Now, I know it’s that time of year, and as tempting as the ten-percent proportion of one dime from a dollar might be, this is not going to be a sermon about tithing... Except... to remind us that the tithe is not all that God wants. God wants it all — all of us, in both senses of that phrase: every last one of us, and everything that each of us is and has, our whole heart and mind and soul and strength, all those faculties of ourselves the full extent of which we are called and challenged to apply to our love of God, as strongly and completely as our God loves each and all of us.
For in the end, it isn’t about proportion, about acceptable losses, but about the perfection of all in all. It isn’t about a glass half-empty or half-full, but completely full, abundance piled up and packed down, full to the brim and then to overflowing. God did not rest, at the first, at the beginning Jeremiah recalls for us, God did not rest until the days of creation were fulfilled and the Sabbath of completion was come.
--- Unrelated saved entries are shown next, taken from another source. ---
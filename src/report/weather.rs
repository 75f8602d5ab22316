//! The weather table: the record or a realization at the station, day by day, as every warming level begins from it.

use crate::calendar::date_of;
use crate::weather::Series;
use chrono::Datelike;
use std::io::{self, Write};

/// Column names, in order; one more where there is humidity. `year` counts the years from 1; `water_year` is the record's year that the
/// weather was taken from, and empty where it was drawn.
const HEADER: &str = "year,day_of_water_year,month,day,water_year,tmin_c,tmax_c,tmean_c,precipitation_mm";
const HUMIDITY: &str = "relative_humidity_pct";

/// Writes weather; `are_record_years` tells whether its years are the record's. Numbers are written in the shortest
/// form that reads back exactly.
///
/// # Errors
/// What `into` says.
pub fn weather_csv(weather: &Series, are_record_years: bool, into: &mut impl Write) -> io::Result<()> {
    let has_humidity = !weather.relative_humidity_pct.is_empty();
    let humidity = if has_humidity { format!(",{HUMIDITY}") } else { String::new() };
    writeln!(into, "{HEADER}{humidity}")?;
    for (number, span) in (1..).zip(&weather.years) {
        let view = weather.view(span);
        let water_year = if are_record_years { span.water_year.to_string() } else { String::new() };
        for day in 0..span.days {
            let date = date_of(span.first, day + 1);
            let (mean_c, half_range_c) = (view.mean_c[day], view.half_range_c[day]);
            let humidity = view.relative_humidity_pct.get(day);
            let humidity = humidity.map_or_else(String::new, |pct| format!(",{pct}"));
            writeln!(
                into,
                "{number},{},{},{},{water_year},{},{},{mean_c},{}{humidity}",
                day + 1,
                date.month(),
                date.day(),
                mean_c - half_range_c,
                mean_c + half_range_c,
                view.precipitation_mm[day]
            )?;
        }
    }
    Ok(())
}
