//! What the columns of a finished table hold, told from its cells: for the workbook and the data package.

use csv::StringRecord;

/// Words that stand in a column of numbers where there is no number.
pub(super) const NO_NUMBER: [&str; 4] = ["", "none", "not gone", "not reached"];

/// What a column holds.
#[derive(Debug, Clone, Copy, PartialEq, Eq)]
pub(super) enum Holds {
    /// Numbers, or one of [`NO_NUMBER`].
    Numbers,
    /// `yes` or `no`.
    YesOrNo,
    /// Days as `2011-04-01`.
    Dates,
    /// Words.
    Words,
}

/// A table as it is written: header and rows.
pub(super) struct Cells {
    pub header: StringRecord,
    pub rows: Vec<StringRecord>,
}

impl Cells {
    /// Reads what we have written; nothing where it is no table.
    pub fn of(table: &[u8]) -> Option<Self> {
        let mut reader = csv::Reader::from_reader(table);
        let header = reader.headers().ok()?.clone();
        Some(Self { header, rows: reader.records().collect::<Result<_, _>>().ok()? })
    }

    /// What the column at a place holds; one that is empty throughout by its name, so that the columns of two studies agree.
    pub fn holds(&self, at: usize) -> Holds {
        let told = || self.rows.iter().filter_map(|row| row.get(at)).filter(|cell| !NO_NUMBER.contains(cell));
        let all = |is: fn(&str) -> bool| told().next().is_some() && told().all(is);
        if all(|cell| number(cell).is_some()) {
            Holds::Numbers
        } else if all(|cell| matches!(cell, "yes" | "no")) {
            Holds::YesOrNo
        } else if all(|cell| chrono::NaiveDate::parse_from_str(cell, "%Y-%m-%d").is_ok()) {
            Holds::Dates
        } else if told().next().is_none() && self.header.get(at).is_some_and(is_named_for_numbers) {
            Holds::Numbers
        } else {
            Holds::Words
        }
    }
}

fn is_named_for_numbers(column: &str) -> bool {
    const PARTS: [&str; 12] = [
        "chance",
        "share",
        "error",
        "bound",
        "ratio",
        "q05",
        "q95",
        "years",
        "realizations",
        "correlation",
        "signal",
        "wilson",
    ];
    unit(column).is_some() || PARTS.iter().any(|part| column.contains(part))
}

/// A cell as a number, if it is one.
pub(super) fn number(cell: &str) -> Option<f64> {
    cell.parse::<f64>().ok().filter(|number| number.is_finite())
}

/// The unit that a column's name ends with or holds before an end or an error, in the trade's letters.
pub(super) fn unit(column: &str) -> Option<&'static str> {
    const UNITS: [(&str, &str); 16] = [
        ("thousand_acre_feet", "thousand acre-feet"),
        ("mm_per_degC_day", "mm per degC and day"),
        ("m_per_degC", "m per degC"),
        ("ft_per_degF", "ft per degF"),
        ("pct_per_degC", "% per degC"),
        ("pct_per_degF", "% per degF"),
        ("day_of_water_year", "day of the water year, counted from 1"),
        ("mm_days", "mm days"),
        ("in_days", "in days"),
        ("km2", "km2"),
        ("hm3", "hm3"),
        ("degC", "degC"),
        ("degF", "degF"),
        ("pct", "%"),
        ("mm", "mm"),
        ("days", "days"),
    ];
    // Looked for at the end alone: a letter or two say too little elsewhere.
    let at_end = [("_m", "m"), ("_ft", "ft"), ("_in", "in"), ("_mi2", "mi2"), ("_share", "share, 0 to 1")];
    let is_part = |part: &str| {
        column == part || column.ends_with(&format!("_{part}")) || column.contains(&format!("_{part}_"))
    };
    let of_end = at_end.into_iter().find(|(end, _)| column.ends_with(end)).map(|(_, unit)| unit);
    UNITS.into_iter().find(|(part, _)| is_part(part)).map(|(_, unit)| unit).or(of_end)
}

#[cfg(test)]
mod tests {
    use super::*;

    /// By hand, of columns that our tables have.
    #[test]
    fn columns_say_what_they_hold() {
        let table = "melt_out_day,used,date,why,q05_mm,empty\n210,yes,2011-04-01,,3.5,\nnot gone,no,2012-04-01,gap,,\n";
        let cells = Cells::of(table.as_bytes()).unwrap();
        let holds: Vec<Holds> = (0..6).map(|at| cells.holds(at)).collect();
        let expected =
            [Holds::Numbers, Holds::YesOrNo, Holds::Dates, Holds::Words, Holds::Numbers, Holds::Words];
        assert_eq!(holds, expected);
    }

    /// The same columns, emptied, hold the same kinds.
    #[test]
    fn an_empty_column_of_numbers_stays_one() {
        for rows in ["3.5,0.1,why\n", ",,\n", ""] {
            let cells = Cells::of(format!("q05_mm,chance_bound,note\n{rows}").as_bytes()).unwrap();
            let holds = [0, 1, 2].map(|at| cells.holds(at));
            assert_eq!(holds, [Holds::Numbers, Holds::Numbers, Holds::Words], "{rows:?}");
        }
    }

    #[test]
    fn units_are_read_from_names() {
        for (column, expected) in [
            ("q05_mm", Some("mm")),
            ("swe_04_01_mm_change_monte_carlo_error", Some("mm")),
            ("level_degC", Some("degC")),
            ("volume_thousand_acre_feet", Some("thousand acre-feet")),
            ("snow_line_rise_m_per_degC", Some("m per degC")),
            ("lower_m", Some("m")),
            ("upper_ft", Some("ft")),
            ("change_pct", Some("%")),
            ("swe_area_mm_days", Some("mm days")),
            ("realizations", None),
            ("chance_of_exceedance_pct", Some("%")),
            ("low_years_in_a_row", None),
        ] {
            assert_eq!(unit(column), expected, "{column}");
        }
    }
}
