//! How the intervals of `summary.json` are made: one text a kind, found by the names of keys on the way to it.

use serde::Serialize;

/// All kinds, and how to find the one of an interval.
#[derive(Debug, Clone, Copy, Serialize)]
pub(super) struct Methods {
    how_to_find: &'static str,
    kinds: &'static [Method],
}

/// One kind of interval.
#[derive(Debug, Clone, Copy, Serialize)]
pub(super) struct Method {
    /// Keys, or several in a row with dots between, of which one stands on the way to every interval of the kind.
    keys: &'static [&'static str],
    /// What its ends are, of what, and how they are found.
    says: &'static str,
}

/// Every kind. Resamples draw whole realizations again, with replacement, from the study's seed; the same draws for all numbers.
pub(super) const METHODS: Methods = Methods {
    how_to_find: "of the kinds with a key on the way to an interval, the one whose key ends nearest to it, and of these the longest; \
                  an object with value, q05 and q95 counts as a key of that name just before its ends",
    kinds: KINDS,
};

const KINDS: &[Method] = &[
    Method {
        keys: &["monte_carlo_error"],
        says: "one standard deviation over 400 resamples of whole realizations (bootstrap), over 40 of them for bands, \
               exceeded volumes and detection; none where a resample has no number, or of a single realization. Only realizations are \
               resampled: the record's own uncertainty stands under record_range and record_odds",
    },
    Method {
        keys: &["value, q05 and q95"],
        says: "q05 and q95 beside a value: 5 and 95 % quantiles of that value over 400 resamples of whole realizations (percentile \
               bootstrap); none where a resample has no number",
    },
    Method {
        keys: &["outweighs_range", "fails_range", "leaves_spread_range", "offset"],
        says: "5 and 95 % quantiles of the first crossing over resamples of whole realizations; an end is none where it is not reached \
               up to the highest level; falls_back_share is the share of resamples that fall back above",
    },
    Method {
        keys: &["break_even.range_pct"],
        says: "5 and 95 % quantiles over 400 resamples of the precipitation at which the resampled median is back at the resampled \
               reference, by straight lines between the grid's nodes, moved by what these miss of the value, which is a root found on runs \
               to 0.01 %; an end is none beyond the grid",
    },
    Method {
        keys: &["record_range", "record_range.levels.shift", "record_range.outweighs", "record_odds"],
        says: "5 and 95 % quantiles over generators made anew from 20 resampled records, the record's own uncertainty; the few \
               realizations of each add some Monte Carlo error. Under record_odds they are moved together until their median is the \
               study's own number",
    },
    Method {
        keys: &["bound"],
        says: "where none of n realizations has it, the one-sided 95 % bound on its chance from above, 1 - 0.05^(1/n); where all have \
               it, from below, 0.05^(1/n)",
    },
    Method {
        keys: &["wilson_95", "low_95", "high_95"],
        says: "95 % intervals of the record's own years: of a share after Wilson (1927), of a ratio of chances after Katz et al. \
               (1978), which takes the two counts for independent",
    },
    Method {
        keys: &["interval_95_per_year"],
        says: "95 % interval of the Theil-Sen slope of the record, from the order statistics of the slopes of pairs",
    },
    Method {
        keys: &[
            "periods",
            "single_years",
            "shift",
            "precipitation_spread",
            "weather_spread",
            "spread",
            "driest_and_wettest",
            "swe_through_year",
            "tails",
            "band_change",
            "volume_range_hm3",
            "snow_line_range",
        ],
        says: "no uncertainty of a number but a spread that is there: quantiles over realizations (of single_years, weather_spread \
               and tails over single years of all realizations; of swe_through_year over years and realizations)",
    },
    Method {
        keys: &[
            "signal_to_spread_range",
            "snow_line_resampled",
            "snow_line_rise_resampled_m_per_c",
            "volume_resampled_hm3",
            "volume_share_resampled",
            "crossover",
        ],
        says: "5 and 95 % quantiles over 400 resamples of whole realizations; of an elevation an end is none where it lies outside the bands",
    },
    Method {
        keys: &["generator"],
        says: "range of a statistic: 5 and 95 % quantiles over realizations as long as the record, which the record's own number is held \
               against",
    },
    Method {
        keys: &["parameter_spread", "rule_panel"],
        says: "lowest and highest over sets of parameters, or over rules that were tuned: these are chosen, not drawn, so that the \
               range is none of chances",
    },
];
Nor will God rest in the work of the new creation in Christ until all is well, and every manner of thing is well, and complete, and full to overflowing, brought to perfection by him, and in him, and through him.
As today’s collect prays, we seek for the Holy Spirit’s direction and rule “in all things” — and the aid the Holy Spirit provides is not that desolating wind that levels the mountains but the powerful yet persuasive guidance of the Spirit as in the beginning, when the Spirit hovered over the uncreated deep. This is not a wind of desolation, but of creation, the new creation of all things — we seek this, the Holy Spirit’s aid, guiding and directing us so that our hearts may be completely given to God, vessels open to receive God’s gift of grace, that we might be filled — not just a bit, not just halfway, but to overflowing completion. Whether we find ourselves rescued by the skin of our teeth when we are almost entirely bereft and empty, or content to think ourselves satisfied with the half-measure we already have; whether we feel we are running on fumes or cruising along on half a tank; whether desolated by the blast of an ill wind, or mistakenly satisfied with the good-enough compromise for which we might be tempted to settle; God will surprise us with amazing grace, and shower us with blessings. Rejoice, then, my friends, for the lost has been found, and filled, and blessed; and join Saint Paul in his joyful acclamation: to the King of the ages, immortal, invisible, the only God, be honor and glory forever and ever. Amen.